__Problem to work on__:
Take the entries below and print, exactly, the stretch from the line containing "filename server/test/storage.e2e-spec.ts" through the line containing "storage: ObjectStorage;", both included.

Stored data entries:
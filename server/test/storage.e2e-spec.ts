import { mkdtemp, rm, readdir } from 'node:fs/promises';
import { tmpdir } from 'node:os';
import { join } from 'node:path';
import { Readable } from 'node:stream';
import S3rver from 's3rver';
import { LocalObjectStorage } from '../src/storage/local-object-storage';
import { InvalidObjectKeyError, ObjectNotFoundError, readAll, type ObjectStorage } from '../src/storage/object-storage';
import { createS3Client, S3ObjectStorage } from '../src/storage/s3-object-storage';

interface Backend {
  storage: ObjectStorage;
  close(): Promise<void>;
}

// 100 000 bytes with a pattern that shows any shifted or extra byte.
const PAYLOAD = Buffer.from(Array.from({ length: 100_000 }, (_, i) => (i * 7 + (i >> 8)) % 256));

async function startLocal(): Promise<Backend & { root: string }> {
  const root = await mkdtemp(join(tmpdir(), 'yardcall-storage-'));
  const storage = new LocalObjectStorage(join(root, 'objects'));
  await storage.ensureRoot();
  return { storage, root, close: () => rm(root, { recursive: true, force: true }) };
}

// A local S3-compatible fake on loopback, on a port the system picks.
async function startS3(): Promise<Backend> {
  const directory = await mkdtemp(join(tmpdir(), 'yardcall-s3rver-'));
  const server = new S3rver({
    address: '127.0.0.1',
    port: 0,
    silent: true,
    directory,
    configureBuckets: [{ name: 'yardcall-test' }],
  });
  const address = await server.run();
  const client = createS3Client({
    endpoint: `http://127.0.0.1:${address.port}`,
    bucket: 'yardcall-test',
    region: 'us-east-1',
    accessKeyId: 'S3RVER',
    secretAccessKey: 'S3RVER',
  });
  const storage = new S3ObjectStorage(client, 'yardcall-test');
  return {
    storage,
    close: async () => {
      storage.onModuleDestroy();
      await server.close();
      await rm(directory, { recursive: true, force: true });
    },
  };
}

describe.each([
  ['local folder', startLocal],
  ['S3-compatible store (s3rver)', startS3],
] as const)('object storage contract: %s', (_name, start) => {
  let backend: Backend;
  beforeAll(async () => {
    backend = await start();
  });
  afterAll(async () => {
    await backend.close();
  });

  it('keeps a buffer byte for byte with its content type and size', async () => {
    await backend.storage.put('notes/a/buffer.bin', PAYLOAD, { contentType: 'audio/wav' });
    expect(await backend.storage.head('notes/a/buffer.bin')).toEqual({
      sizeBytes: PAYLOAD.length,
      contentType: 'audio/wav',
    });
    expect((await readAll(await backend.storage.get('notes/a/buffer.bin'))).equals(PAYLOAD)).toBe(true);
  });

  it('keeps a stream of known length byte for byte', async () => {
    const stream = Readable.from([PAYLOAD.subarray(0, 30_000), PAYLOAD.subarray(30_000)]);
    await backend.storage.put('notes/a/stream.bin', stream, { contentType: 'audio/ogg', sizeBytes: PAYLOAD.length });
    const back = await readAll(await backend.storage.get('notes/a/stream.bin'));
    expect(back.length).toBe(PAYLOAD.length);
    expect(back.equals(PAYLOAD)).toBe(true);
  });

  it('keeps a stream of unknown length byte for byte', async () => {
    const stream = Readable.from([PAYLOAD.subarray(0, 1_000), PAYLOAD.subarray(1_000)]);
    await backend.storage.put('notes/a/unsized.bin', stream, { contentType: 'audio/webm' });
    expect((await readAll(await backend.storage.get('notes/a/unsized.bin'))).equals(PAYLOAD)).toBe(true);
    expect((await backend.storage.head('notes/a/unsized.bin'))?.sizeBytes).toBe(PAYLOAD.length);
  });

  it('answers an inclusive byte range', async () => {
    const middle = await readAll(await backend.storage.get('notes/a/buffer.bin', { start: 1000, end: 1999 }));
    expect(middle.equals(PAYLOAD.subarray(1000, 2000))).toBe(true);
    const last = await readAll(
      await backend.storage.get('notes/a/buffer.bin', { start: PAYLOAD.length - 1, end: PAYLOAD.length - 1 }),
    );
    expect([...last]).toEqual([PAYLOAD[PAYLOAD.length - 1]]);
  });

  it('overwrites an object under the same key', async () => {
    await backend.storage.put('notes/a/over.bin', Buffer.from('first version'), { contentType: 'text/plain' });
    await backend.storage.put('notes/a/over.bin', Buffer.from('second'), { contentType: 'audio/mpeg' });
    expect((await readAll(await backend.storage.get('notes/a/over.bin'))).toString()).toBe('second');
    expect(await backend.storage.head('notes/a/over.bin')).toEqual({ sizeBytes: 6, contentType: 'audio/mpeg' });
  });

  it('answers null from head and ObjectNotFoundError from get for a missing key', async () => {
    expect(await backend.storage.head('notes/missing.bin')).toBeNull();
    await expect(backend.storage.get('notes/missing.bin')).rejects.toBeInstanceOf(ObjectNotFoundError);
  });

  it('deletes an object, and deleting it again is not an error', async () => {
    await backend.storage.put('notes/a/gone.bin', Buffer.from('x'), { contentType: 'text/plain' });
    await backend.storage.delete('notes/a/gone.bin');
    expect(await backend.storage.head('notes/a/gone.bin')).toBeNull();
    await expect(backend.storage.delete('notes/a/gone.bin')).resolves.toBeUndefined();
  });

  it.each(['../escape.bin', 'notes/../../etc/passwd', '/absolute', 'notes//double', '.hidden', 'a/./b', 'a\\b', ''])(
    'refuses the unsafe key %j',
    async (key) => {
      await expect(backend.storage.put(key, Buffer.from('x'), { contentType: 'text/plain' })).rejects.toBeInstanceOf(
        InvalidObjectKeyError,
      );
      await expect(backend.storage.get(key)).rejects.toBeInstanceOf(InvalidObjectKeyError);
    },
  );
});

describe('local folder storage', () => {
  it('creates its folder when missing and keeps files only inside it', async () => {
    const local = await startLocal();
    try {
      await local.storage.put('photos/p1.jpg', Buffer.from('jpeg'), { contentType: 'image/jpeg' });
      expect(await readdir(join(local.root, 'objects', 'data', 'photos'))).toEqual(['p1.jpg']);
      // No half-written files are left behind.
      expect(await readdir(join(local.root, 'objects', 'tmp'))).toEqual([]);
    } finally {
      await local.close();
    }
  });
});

* * *

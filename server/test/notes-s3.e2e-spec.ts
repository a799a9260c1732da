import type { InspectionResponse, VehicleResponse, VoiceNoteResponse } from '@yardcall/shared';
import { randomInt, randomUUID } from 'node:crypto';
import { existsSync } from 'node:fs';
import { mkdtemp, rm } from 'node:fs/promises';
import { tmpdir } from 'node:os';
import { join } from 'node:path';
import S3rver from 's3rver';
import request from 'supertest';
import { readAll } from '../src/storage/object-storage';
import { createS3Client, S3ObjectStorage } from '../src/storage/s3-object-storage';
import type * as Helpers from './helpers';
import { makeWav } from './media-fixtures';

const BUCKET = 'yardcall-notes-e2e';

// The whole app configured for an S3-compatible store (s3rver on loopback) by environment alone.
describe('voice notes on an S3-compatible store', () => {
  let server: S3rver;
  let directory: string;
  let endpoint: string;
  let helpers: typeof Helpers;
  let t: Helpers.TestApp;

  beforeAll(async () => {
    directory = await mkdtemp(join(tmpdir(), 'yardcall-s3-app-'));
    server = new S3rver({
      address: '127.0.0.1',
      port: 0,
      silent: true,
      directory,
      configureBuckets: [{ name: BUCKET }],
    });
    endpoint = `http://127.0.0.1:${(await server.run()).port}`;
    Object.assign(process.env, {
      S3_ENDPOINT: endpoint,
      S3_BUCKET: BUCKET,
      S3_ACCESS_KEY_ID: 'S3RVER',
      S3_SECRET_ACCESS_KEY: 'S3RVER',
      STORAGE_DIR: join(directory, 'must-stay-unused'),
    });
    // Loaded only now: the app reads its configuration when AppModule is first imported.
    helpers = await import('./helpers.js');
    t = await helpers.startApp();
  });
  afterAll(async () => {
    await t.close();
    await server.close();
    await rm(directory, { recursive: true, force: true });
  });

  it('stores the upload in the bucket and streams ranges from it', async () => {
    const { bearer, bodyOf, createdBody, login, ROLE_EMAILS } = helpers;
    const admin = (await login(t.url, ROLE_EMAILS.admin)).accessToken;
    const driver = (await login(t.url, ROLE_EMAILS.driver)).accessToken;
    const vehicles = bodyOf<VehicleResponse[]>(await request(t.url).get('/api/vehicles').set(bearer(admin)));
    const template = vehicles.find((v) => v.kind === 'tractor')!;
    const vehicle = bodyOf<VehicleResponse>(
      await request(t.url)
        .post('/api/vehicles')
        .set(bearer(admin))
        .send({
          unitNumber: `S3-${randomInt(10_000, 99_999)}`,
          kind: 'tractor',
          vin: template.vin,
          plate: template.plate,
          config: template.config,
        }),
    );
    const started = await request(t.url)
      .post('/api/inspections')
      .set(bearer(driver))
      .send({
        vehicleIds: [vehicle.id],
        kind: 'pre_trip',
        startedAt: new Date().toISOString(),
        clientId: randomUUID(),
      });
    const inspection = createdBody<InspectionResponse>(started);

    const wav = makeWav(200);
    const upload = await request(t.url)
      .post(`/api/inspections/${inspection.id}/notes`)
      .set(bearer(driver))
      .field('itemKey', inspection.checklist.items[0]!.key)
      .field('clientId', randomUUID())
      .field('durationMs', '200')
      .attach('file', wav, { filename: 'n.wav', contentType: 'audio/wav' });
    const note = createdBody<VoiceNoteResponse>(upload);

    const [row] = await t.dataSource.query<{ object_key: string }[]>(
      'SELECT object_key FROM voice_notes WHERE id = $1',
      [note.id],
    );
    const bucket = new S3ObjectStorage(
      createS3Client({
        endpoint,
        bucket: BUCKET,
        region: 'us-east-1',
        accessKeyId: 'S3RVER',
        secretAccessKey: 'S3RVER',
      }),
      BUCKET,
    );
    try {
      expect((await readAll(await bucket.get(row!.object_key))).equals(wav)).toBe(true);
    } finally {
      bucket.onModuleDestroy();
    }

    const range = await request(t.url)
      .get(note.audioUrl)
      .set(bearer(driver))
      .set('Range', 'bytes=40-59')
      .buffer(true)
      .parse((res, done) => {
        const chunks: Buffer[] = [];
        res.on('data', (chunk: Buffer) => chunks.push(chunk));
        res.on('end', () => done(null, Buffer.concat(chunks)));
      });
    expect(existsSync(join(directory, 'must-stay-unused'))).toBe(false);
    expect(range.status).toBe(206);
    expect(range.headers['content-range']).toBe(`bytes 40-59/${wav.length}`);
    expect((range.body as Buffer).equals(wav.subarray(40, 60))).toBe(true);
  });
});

__Result of this task__:
filename server/test/storage.e2e-spec.ts
import { mkdtemp, rm, readdir } from 'node:fs/promises';
import { tmpdir } from 'node:os';
import { join } from 'node:path';
import { Readable } from 'node:stream';
import S3rver from 's3rver';
import { LocalObjectStorage } from '../src/storage/local-object-storage';
import { InvalidObjectKeyError, ObjectNotFoundError, readAll, type ObjectStorage } from '../src/storage/object-storage';
import { createS3Client, S3ObjectStorage } from '../src/storage/s3-object-storage';

interface Backend {
  storage: ObjectStorage;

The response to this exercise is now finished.